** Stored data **
.....

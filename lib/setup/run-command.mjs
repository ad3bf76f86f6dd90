import { spawn } from 'node:child_process';
import { accessSync, constants, readFileSync } from 'node:fs';
import { delimiter, join } from 'node:path';

/** A fault that is told to the person in one line, without a stack of calls. */
export class SetupError extends Error {}

/** One line of progress. */
export function say(line) {
  process.stdout.write(`surdwork: ${line}\n`);
}

/** Full path of a program, looked for in PATH and in the system folders PATH may leave out; or null. */
export function findProgram(name) {
  const folders = [...(process.env.PATH ?? '').split(delimiter), '/usr/sbin', '/usr/bin', '/sbin'];
  for (const folder of folders) {
    const path = join(folder, name);
    try {
      accessSync(path, constants.X_OK);
      return path;
    } catch {
      continue;
    }
  }
  return null;
}

const running = new Set();

/** Ends the programs that `run` still waits for. */
export function endRunning() {
  for (const child of running) child.kill('SIGTERM');
}

/**
 * Runs a program to its end. Its output is held back, and part of the error when it fails; with
 * `show` it goes to the terminal instead.
 * @returns {Promise<string>} standard output, empty with `show`
 */
export function run(program, args, { show = false, input, ...options } = {}) {
  const stdin = input === undefined ? 'ignore' : 'pipe';
  const stdio = show ? [stdin, 'inherit', 'inherit'] : [stdin, 'pipe', 'pipe'];
  return new Promise((resolve, reject) => {
    const child = spawn(program, args, { ...options, stdio });
    running.add(child);
    let output = '';
    let all = '';
    child.stdout?.on('data', (chunk) => {
      output += chunk;
      all += chunk;
    });
    child.stderr?.on('data', (chunk) => {
      all += chunk;
    });
    child.stdin?.end(input);
    child.on('error', reject);
    child.on('close', (code, signal) => {
      running.delete(child);
      if (code === 0) return resolve(output);
      const tail = all.trim().split('\n').slice(-25).join('\n');
      reject(new SetupError(`${program} ${args.join(' ')} ended with ${code ?? signal}\n${tail}`));
    });
  });
}

/** Whether a process with this id runs; one that has ended but was not yet collected does not. */
export function isAlive(pid) {
  try {
    process.kill(pid, 0);
  } catch (error) {
    return error.code === 'EPERM';
  }
  try {
    const stat = readFileSync(`/proc/${pid}/stat`, 'utf8');
    return !stat.slice(stat.lastIndexOf(')')).startsWith(') Z');
  } catch {
    return true;
  }
}

/** Whether the process runs and its command line holds `word`: not a later one with the same number. */
export function isProcessOf(pid, word) {
  if (!Number.isInteger(pid) || !isAlive(pid)) return false;
  try {
    return readFileSync(`/proc/${pid}/cmdline`, 'utf8').includes(word);
  } catch {
    return true;
  }
}

/** Waits until `ready` answers true; false when `seconds` pass first. */
export async function waitUntil(ready, seconds, everyMs = 100) {
  const end = Date.now() + seconds * 1000;
  for (;;) {
    if (await ready()) return true;
    if (Date.now() > end) return false;
    await new Promise((resolve) => setTimeout(resolve, everyMs));
  }
}
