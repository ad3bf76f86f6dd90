import type { Knex } from 'knex';

export async function up(knex: Knex): Promise<void> {
  await knex.raw(`
    create table if not exists revisions (
      notebook_id char(36) character set ascii collate ascii_bin not null,
      -- 1 is revision A, 26 is Z, 27 is AA.
      ordinal int unsigned not null,
      letter varchar(8) character set ascii collate ascii_bin not null,
      version int unsigned not null,
      purpose varchar(120) not null,
      note varchar(1000) null,
      -- The names beside the ids are those of the day of issue, which people may change later.
      issued_by char(36) character set ascii collate ascii_bin not null,
      issued_by_name varchar(120) not null,
      issued_at datetime(3) not null default current_timestamp(3),
      checked_by char(36) character set ascii collate ascii_bin null,
      checked_by_name varchar(120) null,
      engine varchar(40) character set ascii collate ascii_bin not null,
      -- SHA-256 of the version's content, settings and all, as it was when it was issued.
      content_hash char(64) character set ascii collate ascii_bin not null,
      title_block json not null,
      -- The results of the dimension cells, by the result schema.
      results json not null,
      -- SHA-256 of all that is frozen; the check code on paper is its beginning.
      frozen_hash char(64) character set ascii collate ascii_bin not null,
      primary key (notebook_id, ordinal),
      unique key revisions_letter (notebook_id, letter),
      key revisions_version (notebook_id, version),
      key revisions_issuer (issued_by),
      key revisions_checker (checked_by),
      constraint revisions_ordinal check (ordinal > 0),
      -- A revision goes with its whole notebook or not at all: triggers refuse to delete it by itself.
      constraint revisions_notebook foreign key (notebook_id) references notebooks (id) on delete cascade,
      constraint revisions_version foreign key (notebook_id, version) references versions (notebook_id, number) on delete cascade,
      constraint revisions_issuer foreign key (issued_by) references users (id),
      constraint revisions_checker foreign key (checked_by) references users (id)
    ) engine = InnoDB default character set utf8mb4 collate utf8mb4_unicode_ci
  `);
}

export async function down(knex: Knex): Promise<void> {
  await knex.raw('drop table if exists revisions');
}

.....

** WHAT YOU ARE ASKED TO DO **
Wherever the string "Promise" occurs in the records above, copy that line.

** ANSWER AREA **
 * @returns {Promise<string>} standard output, empty with `show`
  return new Promise((resolve, reject) => {
    await new Promise((resolve) => setTimeout(resolve, everyMs));
export async function up(knex: Knex): Promise<void> {
export async function down(knex: Knex): Promise<void> {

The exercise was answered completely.